> [YOUR ASSIGNMENT]
In the records below, find the line holding "counted from 0." and the line holding "var row = new ArrayList<Entry>();". Set down both, with every line between them, exactly.

> [DATA SHOWN]
□ □ □ □

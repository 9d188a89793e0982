package dev.leadline.reference;

import static dev.leadline.ReferenceValues.caseOf;
import static dev.leadline.ReferenceValues.expected;
import static org.junit.jupiter.api.Assertions.assertEquals;
import static org.junit.jupiter.api.Assertions.assertInstanceOf;
import static org.junit.jupiter.api.Assertions.assertThrows;
import static org.junit.jupiter.api.Assertions.assertTrue;

import dev.leadline.model.Project;
import dev.leadline.model.Question;
import dev.leadline.project.ProjectFile;
import dev.leadline.reference.ReferenceValue.Kind;
import dev.leadline.reference.ReferenceValue.Known;
import dev.leadline.reference.ReferenceValue.Unknown;
import java.util.ArrayList;
import java.util.List;
import java.util.Map;
import java.util.concurrent.CancellationException;
import java.util.stream.Collectors;
import java.util.stream.IntStream;
import java.util.stream.Stream;
import org.apache.commons.math3.special.Erf;
import org.junit.jupiter.api.Test;
import org.junit.jupiter.params.ParameterizedTest;
import org.junit.jupiter.params.provider.CsvSource;
import org.junit.jupiter.params.provider.MethodSource;
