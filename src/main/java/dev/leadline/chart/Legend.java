package dev.leadline.chart;

import java.awt.Font;
import java.util.ArrayList;
import java.util.List;

/// Key to the picture, set in rows above the plot so that it never covers it, each flush right. The first row shares
/// its line with the name of the values.
final class Legend {
    static final int SAMPLE = 30;
    private static final int GAP = 7;
    private static final int APART = 18;

    /// What an entry explains.
    sealed interface Of {
        record Lane(LaneLook look) implements Of {}

        /// The line and marker of a lane, without a band.
        record Trail(LaneLook look) implements Of {}

        /// An interval on its own, with a mark at its end or without.
        record Upright(LaneLook look, boolean marked) implements Of {}

        /// The any-time band outside an interval.
        record Band(LaneLook look) implements Of {}

        /// How outcomes lie.
        record Spread(LaneLook look) implements Of {}

        /// Where an answer lies among outcomes, with its interval.
        record Place(LaneLook look) implements Of {}

        /// A coverage interval of outcomes.
        record Bracket(boolean shortest) implements Of {}

        record ReferenceLine() implements Of {}

        record Strip() implements Of {}

        /// What lies below a line.
        record Below() implements Of {}

        /// Words only.
        record Remark() implements Of {}
    }

    record Entry(Of of, String text) {
        int sample() {
            return switch (of) {
                case Of.Remark _ -> 0;
                case Of.Lane _,
                        Of.Trail _,
                        Of.Upright _,
                        Of.Band _,
                        Of.Spread _,
                        Of.Place _,
                        Of.Bracket _,
                        Of.ReferenceLine _,
                        Of.Strip _,
                        Of.Below _ -> SAMPLE + GAP;
            };
        }
    }

    /// An entry with its place: `x` of its left end, `row` counted from 0.
    record Placed(Entry entry, double x, int row) {
        double textX() {
            return x + entry.sample();
        }
    }

    private Legend() {}

    /// @param left end of every row but the first
    /// @param firstLeft where the first row may start
    static List<Placed> set(List<Entry> entries, Font font, double left, double firstLeft, double right) {
        var placed = new ArrayList<Placed>();
        var row = new ArrayList<Entry>();
        int rows = 0;
        double room = right - firstLeft;
        for (var entry : entries) {
            while (length(row, font) + (row.isEmpty() ? 0 : APART) + width(entry, font) > room
                    && !(row.isEmpty() && rows > 0)) {
                place(row, rows++, font, right, placed);
                row.clear();
                room = right - left;
            }
            row.add(fitted(entry, font, room));
        }
        place(row, rows, font, right, placed);
        return placed;
    }

    private static void place(List<Entry> row, int index, Font font, double right, List<Placed> placed) {
        double x = right - length(row, font);
        for (var entry : row) {
            placed.add(new Placed(entry, x, index));
            x += width(entry, font) + APART;
        }
    }

    private static Entry fitted(Entry entry, Font font, double room) {
        return new Entry(entry.of(), Typeface.fitted(font, entry.text(), room - entry.sample()));
    }

    private static double length(List<Entry> row, Font font) {
        return row.stream().mapToDouble(e -> width(e, font)).sum() + APART * Math.max(0, row.size() - 1);
    }

    private static double width(Entry entry, Font font) {
        return entry.sample() + Typeface.width(font, entry.text());
    }
}
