package dev.leadline.chart;

/// A stretch of an axis, finite, with `low < high`.
public record Range(double low, double high) {
    public Range {
        if (!(low < high && Double.isFinite(low) && Double.isFinite(high))) {
            throw new IllegalArgumentException("no stretch of an axis: " + low + " to " + high);
        }
    }

    public double length() {
        return high - low;
    }

    public boolean contains(double value) {
        return low <= value && value <= high;
    }

    /// The smallest range that holds both.
    public Range with(Range other) {
        return new Range(Math.min(low, other.low), Math.max(high, other.high));
    }
}
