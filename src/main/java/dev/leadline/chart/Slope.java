package dev.leadline.chart;

import java.util.List;
import java.util.OptionalDouble;

/// The slope of a lane's error on logarithmic axes, by least squares over its later part: marks from a hundredth of
/// the draws on. It describes what is drawn; marks share their draws, so that no error of it is told.
final class Slope {
    private static final double LATER = 100;
    private static final int FEWEST = 4;

    private Slope() {}

    /// Empty for fewer than four marks, or where they span less than a factor of four.
    static OptionalDouble fitted(List<Point> points) {
        var later = laterPart(points);
        if (later.size() < FEWEST
                || later.getLast().draws() < 4 * later.getFirst().draws()) {
            return OptionalDouble.empty();
        }
        double x = later.stream().mapToDouble(Slope::logDraws).average().orElseThrow();
        double y = later.stream().mapToDouble(Slope::logReach).average().orElseThrow();
        double above = 0;
        double below = 0;
        for (var point : later) {
            double dx = logDraws(point) - x;
            above += dx * (logReach(point) - y);
            below += dx * dx;
        }
        return OptionalDouble.of(above / below);
    }

    static List<Point> laterPart(List<Point> points) {
        if (points.isEmpty()) {
            return points;
        }
        double from = points.getLast().draws() / LATER;
        return points.stream()
                .filter(p -> p.draws() >= from && ErrorDecay.reach(p) > 0)
                .toList();
    }

    private static double logDraws(Point point) {
        return StrictMath.log(point.draws());
    }

    private static double logReach(Point point) {
        return StrictMath.log(ErrorDecay.reach(point));
    }
}
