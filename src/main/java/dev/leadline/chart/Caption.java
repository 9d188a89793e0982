package dev.leadline.chart;

import dev.leadline.interval.Interval;
import dev.leadline.model.Sentence;
import dev.leadline.model.Tolerance;
import dev.leadline.numeric.Rounding;
import dev.leadline.study.AnswerText;
import dev.leadline.study.RehearsalText;
import java.util.ArrayList;
import java.util.List;
import java.util.Locale;
import java.util.Optional;

/// What a picture says, in words: the caption under a figure, and the text for people who cannot see it.
public final class Caption {
    private Caption() {}

    public static String of(Settling settling) {
        var sentences = new ArrayList<String>();
        sentences.add("Running estimate of " + settling.quantity() + " against the number of draws.");
        settling.lanes().forEach(lane -> sentences.add(of(lane, settling)));
        if (settling.lanes().stream().anyMatch(Series::banded)) {
            sentences.add("Outer band, dotted: any-time band, which holds at every look.");
        }
        settling.reference().ifPresent(reference -> {
            String error = reference.error() > 0 ? " ± " + Typeset.number(reference.error(), 2) : "";
            String how = switch (reference.kind()) {
                case STATED -> "";
                case CLOSED_FORM -> " in closed form";
                case QUADRATURE -> " by quadrature, its error a bound";
            };
            sentences.add("Dash-dotted: reference value "
                    + Typeset.quantity(Typeset.number(reference.value(), 8) + error, settling.unit()) + how + ".");
        });
        settling.strip()
                .flatMap(_ -> settling.tolerance())
                .ifPresent(asked -> sentences.add(
                        "Strip: numerical tolerance " + of(asked, settling.unit()) + " about the latest estimate."));
        sentences.add("Seed " + settling.seed() + ".");
        sentences.add("The intervals cover sampling error only.");
        return String.join(" ", sentences);
    }

    public static String of(ErrorDecay decay) {
        var sentences = new ArrayList<String>();
        sentences.add("Half-width of the " + Interval.percent(decay.level()) + " interval of " + decay.quantity()
                + " against the number of draws, both axes logarithmic.");
        for (var lane : decay.lanes()) {
            String name = "Lane " + lane.series().lane() + " (" + lane.series().scheme() + "): ";
            sentences.add(lane.series()
                    .last()
                    .filter(point -> ErrorDecay.reach(point) > 0)
                    .map(point -> name + Typeset.quantity(Typeset.number(ErrorDecay.reach(point), 2), decay.unit())
                            + " after " + Typeset.count(point.draws()) + " draws"
                            + slope(lane).map(text -> ", " + text).orElse("") + ".")
                    .orElse(name + "no interval yet."));
        }
        if (decay.lanes().stream().anyMatch(lane -> lane.promised().isPresent())) {
            sentences.add("Thin lines have the slope that a scheme promises.");
        }
        decay.allowed()
                .ifPresent(width -> sentences.add("Strip: where the numerical tolerance "
                        + of(decay.tolerance().orElseThrow(), decay.unit()) + " is met, below "
                        + Typeset.quantity(Typeset.number(width, 3), decay.unit()) + "."));
        sentences.add("Seed " + decay.seed() + ".");
        sentences.add("The intervals cover sampling error only.");
        return String.join(" ", sentences);
    }

    public static String of(Outcomes outcomes) {
        var sentences = new ArrayList<String>();
        sentences.add("How the outcomes of %s lie.".formatted(outcomes.formula().strip()));
        for (var lane : outcomes.lanes()) {
            sentences.add("Lane %s (%s): %s."
                    .formatted(
                            lane.lane(),
                            lane.scheme(),
                            lane.answer().map(AnswerText::value).orElse("no draws yet")));
            lane.answer().flatMap(AnswerText::coverage).ifPresent(text -> sentences.add(text + "."));
        }
        if (Outcomes.isOnScale(outcomes.estimand())) {
            sentences.add("Upright lines: the answer of each lane, with its interval.");
        }
        if (outcomes.covered().isPresent()) {
            sentences.add(
                    "Brackets: where the outcomes lie, symmetric solid, shortest dashed; they are no intervals of the"
                            + " mean.");
        }
        sentences.add("Seed " + outcomes.seed() + ".");
        return String.join(" ", sentences);
    }

    public static String of(Weights weights) {
        var sentences = new ArrayList<String>();
        sentences.add("The largest weights of draws over the mean weight, by rank, both axes logarithmic.");
        weights.lanes()
                .forEach(lane ->
                        sentences.add("Lane %s (%s): %s.".formatted(lane.lane(), lane.scheme(), effective(lane))));
        sentences.add("Seed " + weights.seed() + ".");
        return String.join(" ", sentences);
    }

    public static String of(Repeated repeated) {
        var rehearsal = repeated.rehearsal();
        var answer = repeated.answer();
        var sentences = new ArrayList<String>();
        sentences.add("Intervals of %s repetitions of lane %s (%s), of %s each, for %s, ordered by their middles."
                .formatted(
                        Typeset.count(rehearsal.repetitions()),
                        rehearsal.lane(),
                        rehearsal.scheme(),
                        RehearsalText.draws(rehearsal),
                        answer.ask().name()));
        sentences.add(RehearsalText.counts(answer));
        sentences.add(RehearsalText.meaning(rehearsal, answer));
        sentences.add("Dash-dotted: " + RehearsalText.sought(answer));
        return String.join(" ", sentences);
    }

    /// As `3,000,000 draws worth 21,000 of equal weights`.
    static String effective(Weights.Weighed lane) {
        return lane.largest().isEmpty()
                ? "every draw counts 1"
                : Typeset.count(lane.draws()) + " draws worth " + Typeset.number(lane.effective(), 2)
                        + " of equal weights";
    }

    /// As `slope −0.51 (promised −½)`, or `slope −1.02 (none promised)`; empty where none can be fitted.
    static Optional<String> slope(ErrorDecay.Decay lane) {
        var slope = lane.slope();
        return slope.isEmpty()
                ? Optional.empty()
                : Optional.of("slope "
                        + String.format(Locale.ROOT, "%.2f", slope.getAsDouble())
                                .replace('-', '−')
                        + (lane.promised().isPresent() ? " (promised −½)" : " (none promised)"));
    }

    private static String of(Series lane, Settling settling) {
        String name = "Lane " + lane.lane() + " (" + lane.scheme() + "): ";
        if (lane.last().isEmpty()) {
            return name + "no draws yet.";
        }
        var point = lane.last().get();
        var text = new StringBuilder(name);
        double half = (point.high() - point.low()) / 2;
        if (Double.isFinite(point.estimate()) && Double.isFinite(half)) {
            var rounding = Rounding.of(point.estimate(), half);
            text.append(Typeset.quantity(Typeset.set(rounding.value()), settling.unit()))
                    .append(", ")
                    .append(Interval.percent(settling.level()))
                    .append(" interval ")
                    .append(Typeset.set(rounding.down(point.low())))
                    .append(" to ")
                    .append(Typeset.set(rounding.up(point.high())));
        } else if (Double.isFinite(point.estimate())) {
            text.append(Typeset.quantity(Typeset.number(point.estimate(), 6), settling.unit()))
                    .append(", no interval");
        } else {
            text.append("no estimate");
        }
        text.append(", after ").append(Typeset.count(point.draws())).append(" draws");
        if (lane.withoutHit()) {
            text.append(" without a hit");
        }
        if (lane.provisional()) {
            text.append(", provisional");
        }
        if (lane.nonFinite() > 0) {
            text.append(", over finite evaluations only (")
                    .append(Typeset.count(lane.nonFinite()))
                    .append(" left out)");
        }
        return text.append('.').toString();
    }

    /// `±10 %`, `±25 m³`, or both as they were asked for.
    static String of(Tolerance asked, String unit) {
        var parts = new ArrayList<String>();
        asked.absolute().ifPresent(width -> parts.add("±" + Typeset.quantity(Typeset.number(width, 6), unit)));
        asked.relative().ifPresent(share -> parts.add("±" + Sentence.percent(share)));
        return String.join(asked.both() ? " and " : " or ", List.copyOf(parts));
    }
}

□ □ □ □

> [SOLUTION TO THIS TASK]
    /// An entry with its place: `x` of its left end, `row` counted from 0.
    record Placed(Entry entry, double x, int row) {
        double textX() {
            return x + entry.sample();
        }
    }

    private Legend() {}

    /// @param left end of every row but the first
    /// @param firstLeft where the first row may start
    static List<Placed> set(List<Entry> entries, Font font, double left, double firstLeft, double right) {
        var placed = new ArrayList<Placed>();
        var row = new ArrayList<Entry>();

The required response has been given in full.